The Handmaid’s Tale (1985), consistently regarded as a masterpiece of 20th-century literature, has gained new attention in recent years with the success of the Hulu series as well as fresh appreciation from readers who feel like this story has new relevance in America’s current political climate. Atwood herself has spoken about how news headlines have made her dystopian fiction seem eerily plausible, and it’s not difficult to imagine her wanting to revisit Gilead as the TV show has sped past where her narrative ended. Like the novel that preceded it, this sequel is presented as found documents—first-person accounts of life inside a misogynistic theocracy from three informants. There is Agnes Jemima, a girl who rejects the marriage her family arranges for her but still has faith in God and Gilead. There’s Daisy, who learns on her 16th birthday that her whole life has been a lie. And there's Aunt Lydia, the woman responsible for turning women into Handmaids.

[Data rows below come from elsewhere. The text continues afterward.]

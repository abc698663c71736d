import {
  changed,
  clamp01,
  lightnessOf,
  scaled,
  toResolvedColor,
  turnedHue,
} from './color-arithmetic.ts'
import { ratioOn } from './layers.ts'
import type { Provenance } from './provenance.ts'
import type { ResolvedColor } from './resolved.ts'
import type { MergedThemeRule } from './rule-scopes.ts'

/** A theme's own colours that a rule measures with, at rest. */
export interface ThemeSide {
  readonly ground: ResolvedColor
  readonly ink: ResolvedColor
  /** What `match-contrast` measures against. */
  readonly reference: ResolvedColor
}

/** Both ends of a theme rule. */
export interface ThemeSpan {
  readonly parent: ThemeSide
  readonly own: ThemeSide
}

const HALVINGS = 14

/** Where a value came from that a theme rule made. */
export type ThemeProvenance = Extract<Provenance, { from: 'theme-rule' }>
type Short = NonNullable<ThemeProvenance['short']>

/** Where a lightness between ground and ink comes to lie between another ground and ink. */
function mirrored(l: number, span: ThemeSpan): number {
  const ground = lightnessOf(span.parent.ground)
  const ink = lightnessOf(span.parent.ink)
  const ownGround = lightnessOf(span.own.ground)
  const ownInk = lightnessOf(span.own.ink)
  if (ink === ground) return l // A span of nothing is a fault of the theme and reported as such.
  return clamp01(ownGround + ((l - ground) * (ownInk - ownGround)) / (ink - ground))
}

/** Which way ink lies from the reference; where it lies level with it, the way from ground to ink. */
function inkSign(side: ThemeSide): number {
  const reference = lightnessOf(side.reference)
  const ink = lightnessOf(side.ink)
  return Math.sign(ink - reference) || Math.sign(ink - lightnessOf(side.ground))
}

function contrastOn(color: ResolvedColor, side: ThemeSide): number {
  return ratioOn(color.rendered, {
    reference: side.reference.rendered,
    ground: side.ground.rendered,
  })
}

/** The lightness nearest the reference, on one side of it, that still has the parent's ratio. */
function matchContrast(
  color: ResolvedColor,
  chroma: number,
  span: ThemeSpan,
): { readonly color: ResolvedColor; readonly short?: Short } {
  const wanted = contrastOn(color, span.parent)
  const isOnInkSide =
    (lightnessOf(color) - lightnessOf(span.parent.reference)) * inkSign(span.parent) >= 0
  const sign = isOnInkSide ? inkSign(span.own) : -inkSign(span.own)
  const at = (l: number) => toResolvedColor({ ...color.oklch, l, c: scaled(color.oklch.c, chroma) })
  const extremes = (sign > 0 ? [1, 0] : [0, 1]).map((l) => {
    const extreme = at(l)
    return { l, color: extreme, ratio: contrastOn(extreme, span.own) }
  })
  for (const extreme of extremes) {
    if (extreme.ratio < wanted) continue
    let far = extreme.l
    let near = lightnessOf(span.own.reference)
    let answer = extreme.color
    for (let halving = 0; halving < HALVINGS; halving++) {
      const middle = (near + far) / 2
      const candidate = at(middle)
      if (contrastOn(candidate, span.own) >= wanted) {
        far = middle
        answer = candidate
      } else {
        near = middle
      }
    }
    return { color: answer }
  }
  const [first, second] = extremes
  const best = second!.ratio > first!.ratio ? second! : first!
  return { color: best.color, short: { wanted, got: best.ratio } }
}

/**
 * A theme's value from its parent's.
 * @param span absent for the rules that look at neither theme (`keep`, `shift`)
 */
export function applyThemeRule(
  color: ResolvedColor,
  rule: MergedThemeRule,
  span: ThemeSpan | undefined,
): { readonly color: ResolvedColor; readonly short?: Short } {
  const { kind, chroma = 1, k = 1, lightness = 0, hue = 0 } = rule
  if (kind === 'keep') return { color }
  const c = scaled(color.oklch.c, chroma)
  if (kind === 'shift') {
    const l = lightness === 0 ? color.oklch.l : clamp01(lightnessOf(color) + lightness)
    return { color: changed(color, { l, c, h: turnedHue(color.oklch.h, hue) }) }
  }
  if (span === undefined) throw new TypeError(`The theme rule ${kind} needs both themes`)
  if (kind === 'match-contrast') return matchContrast(color, chroma, span)
  const l = lightnessOf(color)
  if (kind === 'mirror') return { color: changed(color, { l: mirrored(l, span), c }) }
  const relative = lightnessOf(span.own.ground) + k * (l - lightnessOf(span.parent.ground))
  return { color: changed(color, { l: clamp01(relative), c }) }
}
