import type { Level, PairModel } from './model.ts'
import type { ResolvedSystem } from './resolved.ts'

/** The ways in which an edit can ask for less than before, or make a breach vanish without mending a colour. */
export const WEAKENINGS = [
  'level-lowered',
  'minimum-lowered',
  'floor-lowered',
  'use-asks-less',
  'p3-switched-off',
  'gating-stopped',
  'theme-removed',
  'ground-moved',
  'pair-removed',
  'pair-narrowed',
  'pair-moved',
  'taken-together',
  'states-changed',
  'exempted',
  'any-of-joined',
  'import-replaces',
] as const
/** One of the ways. */
export type WeakeningCode = (typeof WEAKENINGS)[number]

/** One thing that an edit weakens. */
export interface Weakening {
  readonly code: WeakeningCode
  readonly item:
    | { readonly kind: 'system' }
    | { readonly kind: 'theme' | 'pair' | 'token'; readonly id: string }
  /** The member of the item that does it, as the API calls it; absent where the item goes as a whole. */
  readonly member?: string
  /** One sentence with names, without its full stop. */
  readonly detail: string
}

/** Whether a level is asked for no longer. */
export const isLevelLowered = (before: Level | undefined, after: Level | undefined): boolean =>
  before === 'AAA' && after !== 'AAA'

/** What a pair is called in a sentence: `text.muted on surface.deck`. */
export function createPairTitles(
  ...systems: readonly ResolvedSystem[]
): (pair: Pick<PairModel, 'foreground' | 'background'>) => string {
  const nameOf = createTokenNames(...systems)
  return ({ foreground, background }) => `${nameOf(foreground)} on ${nameOf(background)}`
}

/** What a token is called in the first of some systems that has it. */
export function createTokenNames(...systems: readonly ResolvedSystem[]): (id: string) => string {
  return (id) =>
    systems.map(({ tokens }) => tokens.get(id)?.token.name).find((name) => name !== undefined) ?? id
}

This approach gives readers insight into different aspects of life inside and outside Gilead, but it also leads to a book that sometimes feels overstuffed. The Handmaid’s Tale combined exquisite lyricism with a powerful sense of urgency, as if a thoughtful, perceptive woman was racing against time to give witness to her experience. That narrator hinted at more than she said; Atwood seemed to trust readers to fill in the gaps. This dynamic created an atmosphere of intimacy. However curious we might be about Gilead and the resistance operating outside that country, what we learn here is that what Atwood left unsaid in the first novel generated more horror and outrage than explicit detail can. And the more we get to know Agnes, Daisy, and Aunt Lydia, the less convincing they become. It’s hard, of course, to compete with a beloved classic, so maybe the best way to read this new book is to forget about The Handmaid’s Tale and enjoy it as an artful feminist thriller.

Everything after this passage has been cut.